From the ragtime take of ‘Bitches Crystal’, a brutal version of ‘The Barbarian’, a Monk-sque turned hypnotising approach of the ‘Tarkus’ suite that clocks in at 17-minutes, a haunting version of ‘C’est La Vie’, and the roaring sailing to new adventures of ‘Pirates’ makes it a perfect evening to give audiences a night they’ll never forget. And closing it off with ‘Lucky Man’.
When Keith died on March 11th, 2016, it marked the end of an era. It was very much like losing a friend, friend, and a family member that you have known for a very long time. Nine months later, Greg joined him on December 7th due to a private battle with cancer. The legacy and the music will live on to inspire the next generation to come.
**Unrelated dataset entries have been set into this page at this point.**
"""Lots: testing frequency, stage comparison (creep), drift, the ``lot_summary`` op, the lot record in CSV,
and ``python -m tamis lots``.

The testing rules, margins and k are the project's numbers; the values used here are the examples of
``tamis.project.lots`` (common practice, no source). Each rule is checked at, just inside and just outside
its threshold. The demo figures are invented (demo_data/make_demo.py).
"""

from __future__ import annotations

import copy
import json
import subprocess
import sys
from pathlib import Path

import pytest

from tamis import api, demo
from tamis.project import lots as L

ROOT = Path(__file__).resolve().parent.parent
DEMO_CSV = ROOT / "demo_data" / "demo_project.csv"
RULE = L.Rule(150.0, "m3", True, True)


def tp(rid, day, stage="delivery", source="Pit A", fines=3.0, d15=0.3, d85=2.0, counted=None, note=None, q=None,
       ticket=None):
    if counted is None:
        counted = stage in L.COUNTED_STAGES
    return L.TestPoint(rid, rid, f"{day}T10:00:00Z", day, stage, source, q, "m3" if q is not None else None, ticket,
                       fines, d15, d85, 5.0, {}, "accept", (), {}, counted, note)


def P(day, q, source=None):
    return L.Placement(day, q, source)


# ------------------------------------------------------------ frequency

@pytest.mark.parametrize("placed, n, want", [
    (0.0, 0, "ok"),          # nothing placed, nothing needed
    (150.0, 1, "ok"),        # exactly one increment, tested
    (150.5, 1, "due"),       # the second increment has started without its test
    (299.9, 1, "due"),
    (300.0, 1, "overdue"),   # the second increment is complete without a test
    (10.0, 0, "due"),        # the first load placed: a test is needed now
])
def test_quantity_rule(placed, n, want):
    rule = L.Rule(150.0, "m3", False, False)
    tests = [tp(f"t{i}", "2026-10-01") for i in range(n)]
    f = L.frequency_status(rule, "m3", [P("2026-10-01", placed)] if placed else [], tests, "2026-10-01", False)
    assert f.status == want


def test_closed_lot_short_of_tests_is_overdue():
    rule = L.Rule(150.0, "m3", False, False)
    f = L.frequency_status(rule, "m3", [P("2026-10-01", 160.0)], [tp("a", "2026-10-01")], None, True)
    assert f.status == "overdue" and f.tests_required == 2


def test_day_rule_today_due_earlier_overdue():
    rule = L.Rule(None, None, True, False)
    placed = [P("2026-10-01", 50.0), P("2026-10-02", 50.0)]
    tests = [tp("a", "2026-10-01")]
    assert L.frequency_status(rule, "m3", placed, tests, "2026-10-02", False).status == "due"
    later = L.frequency_status(rule, "m3", placed, tests, "2026-10-03", False)
    assert later.status == "overdue" and later.items[0]["day"] == "2026-10-02"
    both = L.frequency_status(rule, "m3", placed, tests + [tp("b", "2026-10-02")], "2026-10-09", False)
    assert both.status == "ok"


def test_source_rule_change_of_source():
    rule = L.Rule(None, None, False, True)
    tests = [tp("a", "2026-10-01", source="Pit A")]
    placed = [P("2026-10-01", 50.0, "Pit A"), P("2026-10-02", 50.0, "Pit B")]
    assert L.frequency_status(rule, "m3", placed, tests, None, False).status == "due"
    placed.append(P("2026-10-03", 50.0, "Pit A"))  # back to A: B was placed and never tested
    f = L.frequency_status(rule, "m3", placed, tests, None, False)
    assert f.status == "overdue" and f.items[0]["source"] == "Pit B"


def test_stockpile_and_superseded_tests_do_not_count():
    rule = L.Rule(150.0, "m3", False, False)
    tests = [tp("s", "2026-10-01", stage="stockpile"), tp("x", "2026-10-01", counted=False, note="superseded")]
    f = L.frequency_status(rule, "m3", [P("2026-10-01", 100.0)], tests, None, False)
    assert f.tests_counted == 0 and f.status == "due"


def test_quantity_from_tests_counts_a_ticket_once():
    rule = L.Rule(150.0, "m3", False, False)
    tests = [tp("d", "2026-10-01", q=140.0, ticket="T1"), tp("c", "2026-10-01", stage="compacted", q=140.0,
                                                               ticket="T1")]
    f = L.frequency_status(rule, "m3", [], tests, None, False)
    assert f.placed_quantity == 140.0 and f.quantity_from == "tests" and f.status == "ok"


def test_no_rule():
    assert L.frequency_status(None, "m3", [], [], None, False).status == "no_rule"


# ------------------------------------------------------------ creep and drift

def test_creep_margin_boundary_and_limit_crossing():
    def run(delivered, compacted, fmax=5.0):
        ts = [tp("d", "2026-10-01", fines=delivered), tp("c", "2026-10-02", stage="compacted", fines=compacted)]
        return [w["code"] for w in L.stage_comparison(ts, fmax, 1.0, 0.2)[1]]
    assert run(3.0, 4.0) == []              # a rise of exactly the margin: no warning
    assert run(3.0, 4.01) == ["creep"]      # just above it
    assert run(4.9, 5.05) == ["creep"]      # a small rise, but past the limit the delivered sand met
    assert run(5.2, 5.6) == []              # already past the limit on delivery: not creep (the test fails itself)


def test_coarse_loss():
    ts = [tp("d", "2026-10-01", d85=2.0), tp("c", "2026-10-02", stage="compacted", d85=1.61)]
    assert [w["code"] for w in L.stage_comparison(ts, 5.0, 1.0, 0.2)[1]] == []
    ts[1] = tp("c", "2026-10-02", stage="compacted", d85=1.59)
    assert [w["code"] for w in L.stage_comparison(ts, 5.0, 1.0, 0.2)[1]] == ["coarse_loss"]


def test_drift_last_k_toward_limit():
    limits = {"fines_max_pct": 5.0, "d15_max_mm": 0.7, "d15_min_mm": 0.1}
    rising = [tp(f"t{i}", f"2026-10-0{i + 1}", fines=f) for i, f in enumerate((2.0, 2.5, 3.1, 3.8))]
    assert [w["measure"] for w in L.drift_warnings(rising, limits, 3)] == ["fines_pct"]
    wobble = [tp(f"t{i}", f"2026-10-0{i + 1}", fines=f) for i, f in enumerate((2.0, 3.1, 2.9, 3.8))]
    assert L.drift_warnings(wobble, limits, 3) == []
    assert L.drift_warnings(rising[:2], limits, 3) == []
    d15 = [tp(f"t{i}", f"2026-10-0{i + 1}", fines=3.0, d15=d) for i, d in enumerate((0.40, 0.52, 0.61))]
    w = L.drift_warnings(d15, limits, 3)
    assert [x["measure"] for x in w] == ["d15_mm"] and w[0]["limit"] == 0.7


# ------------------------------------------------------------ the op on the demo

def summary(records, **kw):
    resp = json.loads(api.handle(json.dumps({"op": "lot_summary", "records": records, **kw})))
    assert resp["ok"], resp
    return resp["result"]


def test_demo_lots():
    res = summary(demo.load_records(), as_of="2026-12-02")
    by = {x["lot"]: x for x in res["lots"]}
    assert sorted(by) == ["G1", "L10", "L11", "L12"]
    l11 = by["L11"]
    creep = [w for w in l11["warnings"] if w["code"] == "creep"]
    assert creep and creep[0]["crossed_limit"] and creep[0]["after"] == "compacted"
    assert [t["sample_id"] for t in l11["tests"]] == ["Q-L11-SP", "Q-L11-DL", "Q-L11-CP"]
    assert [t["failed"] for t in l11["tests"]] == [False, False, True]
    assert l11["frequency"]["status"] == "ok"
    l12 = by["L12"]
    assert l12["frequency"]["status"] == "overdue" and l12["frequency"]["tests_required"] == 6
    assert [d["lot"] for d in res["due"]] == ["L12"]
    l10 = by["L10"]
    assert l10["n_tests"] == 7 and l10["n_counted"] == 6  # the failed mass balance is replaced by its retest
    fines = next(p for p in l10["pwl"] if p["measure"] == "fines_pct")
    assert fines["n"] == 6 and 0 < fines["pwl_pct"] < 100
    assert res["unassigned_tests"] == 2


def test_lazy_migration_by_lot_code():
    recs = [r for r in demo.load_records() if r["kind"] != "lot"]
    for r in recs:
        r["meta"].pop("lot_id", None)
    res = summary(recs)
    by = {x["lot"]: x for x in res["lots"]}
    assert by["L11"]["has_record"] is False and by["L11"]["frequency"]["status"] == "no_rule"
    assert any(w["code"] == "creep" for w in by["L11"]["warnings"])


def test_a_lot_without_a_rule_takes_its_materials_rule():
    recs = copy.deepcopy(demo.load_records())
    l12 = next(r for r in recs if r["kind"] == "lot" and r["meta"]["lot"] == "L12")
    del l12["meta"]["test_frequency"]
    by = {x["lot"]: x for x in summary(recs, as_of="2026-12-02")["lots"]}
    assert by["L12"]["rule"]["from"] == "material (lot L10)" and by["L12"]["frequency"]["status"] == "overdue"
    assert by["L11"]["rule"]["from"] == "lot"
    l12["meta"]["material"] = "another sand"
    by = {x["lot"]: x for x in summary(recs, as_of="2026-12-02")["lots"]}
    assert by["L12"]["rule"] is None and by["L12"]["frequency"]["status"] == "no_rule"


def test_light_summary_same_frequency():
    recs = demo.load_records()
    full, light = summary(recs, as_of="2026-12-02"), summary(recs, as_of="2026-12-02", trends=False)
    assert [x["frequency"] for x in full["lots"]] == [x["frequency"] for x in light["lots"]]


@pytest.mark.parametrize("key, value, field, code", [
    ("quantity_unit", "yd3", "meta.quantity_unit", "unknown_choice"),
    ("status", "done", "meta.status", "unknown_choice"),
    ("planned_quantity", "600", "meta.planned_quantity", "not_a_number"),
    ("placements", [{"date": "29/09/2026", "quantity": 1}], "meta.placements[0].date", "bad_date"),
    ("test_frequency", {"per_quantity": 150}, "meta.test_frequency.quantity_unit", "missing_field"),
    ("test_frequency", {"per_qty": 150}, "meta.test_frequency.per_qty", "unknown_field"),
])
def test_bad_lot_fields_name_their_path(key, value, field, code):
    recs = copy.deepcopy(demo.load_records())
    i = next(i for i, r in enumerate(recs) if r["kind"] == "lot")
    recs[i]["meta"][key] = value
    resp = json.loads(api.handle(json.dumps({"op": "lot_summary", "records": recs})))
    assert not resp["ok"]
    assert resp["error"]["field"] == f"records[{i}].{field}" and resp["error"]["code"] == code


def test_bad_test_quantity_names_its_path():
    recs = copy.deepcopy(demo.load_records())
    i = next(i for i, r in enumerate(recs) if r["meta"].get("sample_id") == "Q-L11-DL")
    recs[i]["meta"]["quantity"] = -3
    resp = json.loads(api.handle(json.dumps({"op": "lot_summary", "records": recs})))
    assert resp["error"]["field"] == f"records[{i}].meta.quantity"


# ------------------------------------------------------------ the lot record travels in CSV

def test_lot_records_round_trip_and_merge_through_csv():
    recs = demo.load_records()
    out = json.loads(api.handle(json.dumps({"op": "records_export_csv", "records": recs})))["result"]["csv"]
    back = json.loads(api.handle(json.dumps({"op": "records_import_csv", "csv": out, "existing": []})))["result"]
    lots_in = {r["record_id"]: r for r in recs if r["kind"] == "lot"}
    lots_back = {r["record_id"]: r for r in back["records"] if r["kind"] == "lot"}
    assert len(lots_in) == 4 and lots_back.keys() == lots_in.keys()
    for rid, r in lots_in.items():
        assert lots_back[rid]["meta"] == r["meta"]
    # an edited lot on one device merges over the original
    edited = copy.deepcopy(next(iter(lots_in.values())))
    edited.update(rev=2, updated_at="2026-10-20T08:00:00Z", updated_by="TV")
    edited["meta"]["status"] = "closed"
    edited["history"] = edited["history"] + [{"rev": 2, "at": "2026-10-20T08:00:00Z", "by": "TV",
                                              "summary": "closed", "changes": []}]
    two = json.loads(api.handle(json.dumps({"op": "records_export_csv", "records": [edited]})))["result"]["csv"]
    merged = json.loads(api.handle(json.dumps({"op": "records_merge", "files": [out, two]})))["result"]
    assert merged["conflicts"] == []
    again = json.loads(api.handle(json.dumps({"op": "records_import_csv", "csv": merged["csv"],
                                              "existing": []})))["result"]["records"]
    assert next(r for r in again if r["record_id"] == edited["record_id"])["meta"]["status"] == "closed"


# ------------------------------------------------------------ the command line

def _cli(*args):
    return subprocess.run([sys.executable, "-m", "tamis", "lots", *args], capture_output=True, text=True,
                          cwd=ROOT)


def test_cli_text_and_json_agree_with_the_api():
    js = _cli(str(DEMO_CSV), "--json", "--as-of", "2026-12-02")
    assert js.returncode == 0, js.stderr
    res = json.loads(js.stdout)["result"]
    assert res == summary(demo.load_records(), as_of="2026-12-02") | {"as_of": "2026-12-02"}
    txt = _cli(str(DEMO_CSV), "--lot", "L11", "--as-of", "2026-12-02")
    assert txt.returncode == 0
    assert "WARNING: Fines creep" in txt.stdout and "Q-L11-CP" in txt.stdout
    assert "5.7   0.186" in txt.stdout  # fines % and D15 of the compacted test, as the app shows them
    due = _cli(str(DEMO_CSV), "--fail-on-due", "--as-of", "2026-12-02")
    assert due.returncode == 1 and "Lot L12" in due.stdout and "TESTING OVERDUE" in due.stdout


def test_cli_bad_lot_field_names_the_row(tmp_path):
    recs = copy.deepcopy(demo.load_records())
    lot = next(r for r in recs if r["kind"] == "lot")
    lot["meta"]["status"] = "finished"
    out = json.loads(api.handle(json.dumps({"op": "records_export_csv", "records": recs})))["result"]["csv"]
    f = tmp_path / "bad.csv"
    f.write_text(out, encoding="utf-8", newline="")
    r = _cli(str(f))
    assert r.returncode == 2 and "Row " in r.stderr and "meta.status" in r.stderr


def test_the_same_record_twice_counts_once_and_a_clash_is_refused():
    recs = demo.load_records()
    l12 = next(r for r in recs if r["kind"] == "test" and r["meta"]["sample_id"] == "Q-1005-1")
    twice = summary(recs + [copy.deepcopy(l12)], as_of="2026-12-02")
    assert next(x for x in twice["lots"] if x["lot"] == "L12")["n_tests"] == 2
    other = copy.deepcopy(l12)
    other["meta"]["ticket"] = "QB-99999"
    resp = json.loads(api.handle(json.dumps({"op": "lot_summary", "records": recs + [other]})))
    assert resp["error"]["code"] == "duplicate_id" and resp["error"]["field"] == f"records[{len(recs)}].record_id"


@pytest.mark.parametrize("settings, field", [
    ({"creep_margin": 1.0}, "settings.creep_margin"),
    ({"drift_k": 1}, "settings.drift_k"),
    ({"drift_k": 2.5}, "settings.drift_k"),
    ({"d85_loss_share": 1.5}, "settings.d85_loss_share"),
    ({"creep_margin_pct": -1}, "settings.creep_margin_pct"),
])
def test_bad_settings_name_their_field(settings, field):
    resp = json.loads(api.handle(json.dumps({"op": "lot_summary", "records": [], "settings": settings})))
    assert not resp["ok"] and resp["error"]["field"] == field


def test_settings_change_the_creep_verdict():
    recs = demo.load_records()
    wide = summary(recs, lot_id="L11", settings={"creep_margin_pct": 2.0})["lots"][0]
    # 1.5 points is inside a 2-point margin, but the compacted fines still pass the limit the delivered sand met
    creep = [w for w in wide["warnings"] if w["code"] == "creep"]
    assert creep and "margin" not in creep[0]["message"].split(";")[0] and creep[0]["crossed_limit"]
    assert summary(recs, lot_id="L11", settings={"drift_k": 4})["lots"][0]["warnings"][1:] == []


def test_frequency_presets_are_examples():
    resp = json.loads(api.handle(json.dumps({"op": "frequency_presets"})))
    assert resp["ok"] and all(p["example"] and p["label"].startswith("Example") for p in resp["result"]["presets"])
    assert "not standards" in resp["result"]["note"]


def test_unknown_lot_id():
    resp = json.loads(api.handle(json.dumps({"op": "lot_summary", "records": demo.load_records(), "lot_id": "L99"})))
    assert resp["error"]["code"] == "unknown_lot" and resp["error"]["field"] == "lot_id"


def test_office_check_counts_the_lots():
    r = subprocess.run([sys.executable, "-m", "tamis", "check", str(DEMO_CSV)], capture_output=True, text=True,
                       cwd=ROOT)
    assert r.returncode == 0 and "20 tests, 2 bands, 5 base soils, 4 lots; 0 deleted" in r.stdout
More than anything, Variations will give fans and newcomers, discovering Keith’s Post-ELP years, and explore how much he was loved and completely ahead of his time. Between the scores, the solo work, and collaboration, the next journey was always one step ahead from moving forward and never looking back. And this box set is the right place at the right time to give Keith Emerson, the proper recognition he deserves.